Hi @ptrblck , thanks for your help. The code snippet which you have provided , is working.
However , I am still finding it bit difficult to incorporate it in actual code.

I will ping you with the issues.

Thanks a lot again :slight_smile:

If your model output is in this shape [batch_size, classes, height, width], you could do the following:

batch_size, classes, h, w = 10, 3, 24, 24
output = torch.randn(batch_size, classes, h, w)
pred = torch.argmax(output, 1)

Hi @ptrblck

I used the sample code provided by you. It is working after a minor modification ( changing mask to mask.data ).

But , in output semantic segmented image everything coming as black.

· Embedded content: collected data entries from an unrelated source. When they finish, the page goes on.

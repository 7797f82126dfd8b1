using DeepSourceCheck.Core.Studies;
using DeepSourceCheck.Files.Edf;
using DeepSourceCheck.Tests.Support;

namespace DeepSourceCheck.Tests.Files.Edf;

/// <summary>Electrodes of a study among the signals of a file.</summary>
public sealed class EdfChannelsTests : IDisposable
{
    private readonly ScratchFolder _folder = new();

    public void Dispose() => _folder.Dispose();

    private EdfHeader Header(params string[] labels)
    {
        var file = new EdfBytes { Signals = [.. labels.Select(l => new EdfTestSignal(l, new double[100]))] };
        return EdfReader.ReadHeader(_folder.Write("r.edf", file.ToArray()), "r.edf");
    }

    private InputProblem Problem(string[] labels, string[] electrodes, string[]? stated = null, string? reference = null) =>
        Assert.Single(Assert.Throws<InputException>(() => EdfChannels.Match(Header(labels), electrodes, stated, reference)).Problems);

    [Theory]
    [InlineData("Cz", "Pz")]
    [InlineData("CZ", "pz")]
    [InlineData("EEG Cz", "EEG Pz")]
    [InlineData("eeg cz-ref", "EEG PZ-Ref")]
    [InlineData("EEG Cz-A1", "EEG Pz-A1")]
    public void Names_AreFoundByTheStatedConventions(string cz, string pz) =>
        Assert.Equal([2, 0], EdfChannels.Match(Header(pz, "ECG", cz), ["Cz", "Pz"], null, null));

    [Fact]
    public void OlderNamesOfSites_AreTheirPresentOnes() => Assert.Equal([1, 0], EdfChannels.Match(Header("EEG T5", "EEG T3"), ["T7", "P7"], null, null));

    [Fact]
    public void ReferenceElectrode_NeedsNoSignal()
    {
        Assert.Equal([0, -1], EdfChannels.Match(Header("EEG Pz"), ["Pz", "Cz"], null, "Cz"));
        Assert.Equal([0, -1], EdfChannels.Match(Header("EEG Pz-Cz"), ["Pz", "Cz"], null, null));
    }

    [Fact]
    public void StatedLabels_StandInTheOrderOfTheElectrodes()
    {
        EdfHeader header = Header("1", "2", "3");
        Assert.Equal([2, 0, -1], EdfChannels.Match(header, ["Cz", "Pz", "Oz"], ["3", "1"], "Oz"));
    }

    [Fact]
    public void MissingElectrodes_AreNamedWithTheLabelsThatThereAre()
    {
        InputProblem problem = Problem(["EEG Cz", "ECG"], ["Cz", "Pz", "M1"]);
        Assert.Contains("no signal is electrode Pz, M1; the file's labels are EEG Cz, ECG", problem.Message, StringComparison.Ordinal);
    }

    [Fact]
    public void EarLobes_AreNoMastoids() => Assert.Contains("no signal is electrode M1", Problem(["Cz", "A1"], ["Cz", "M1"]).Message, StringComparison.Ordinal);

    [Fact]
    public void WhatContradictsItself_IsRefused()
    {
        Assert.Contains("EEG Cz and Cz both are electrode Cz", Problem(["EEG Cz", "Cz"], ["Cz"]).Message, StringComparison.Ordinal);
        Assert.Contains("different references", Problem(["Cz-A1", "Pz-A2"], ["Cz", "Pz"]).Message, StringComparison.Ordinal);
        Assert.Contains("the labels of r.edf say Cz", Problem(["Pz-Cz"], ["Cz", "Pz", "Oz"], null, "Oz").Message, StringComparison.Ordinal);
        Assert.Equal("noise.eeg_recording.reference", Problem(["Pz"], ["Pz"], null, "Nose").Key);
        Assert.Contains("names 1 labels for 2 electrodes; state one for each, in this order: Cz, Pz", Problem(["a", "b"], ["Cz", "Pz"], ["a"]).Message, StringComparison.Ordinal);
        Assert.Contains("'c' stands nowhere among the labels of r.edf, which are a, b", Problem(["a", "b"], ["Cz", "Pz"], ["a", "c"]).Message, StringComparison.Ordinal);
        Assert.Contains("names a label twice", Problem(["a", "b"], ["Cz", "Pz"], ["a", "a"]).Message, StringComparison.Ordinal);
        Assert.Contains("'a' stands 2 times", Problem(["a", "a"], ["Cz"], ["a"]).Message, StringComparison.Ordinal);
    }
}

Do I need to preprocess the image ?

Here are my input labels I am using for training the model :


        im_arr = np.array(labels)
        #print("Labels ==> ",np.unique(np.array(labels)))
        im_arr[(im_arr==0) | (im_arr==11) | (im_arr==12) | (im_arr==13) | (im_arr==14) | (im_arr==15) | (im_arr==16)]=0
        
        im_arr[(im_arr==17) | (im_arr==18) | (im_arr==19) | (im_arr==20) | (im_arr==21) | (im_arr==22) | (im_arr==23) | (im_arr==24) | (im_arr==25) | (im_arr==28) | (im_arr==29) | (im_arr==30) ]=0
        
        im_arr[(im_arr==34)| (im_arr==35) | (im_arr==40) | (im_arr==41)]=2

Update :slight_smile:

Hi , I am classifying the classes as follows :

label_np = label.data.numpy()
np.amax(label_np) #3.9837084
np.amin(label_np) # -1.5343161

label_np[label_np<0]=0
label_np[label_np>3]=2

label_np[label_np==0].shape #(29490,)

label_np[np.logical_and(label_np>0.6,label_np<=3)]=1
label_np[np.logical_and(label_np>0,label_np<=0.6)]=0

color1 = color_transform(torch.from_numpy(label_np))
temp_image1 = image_transform(color1)
temp_image1.save("temp_image_00001.png")

Is this is correct approach ?

Please help.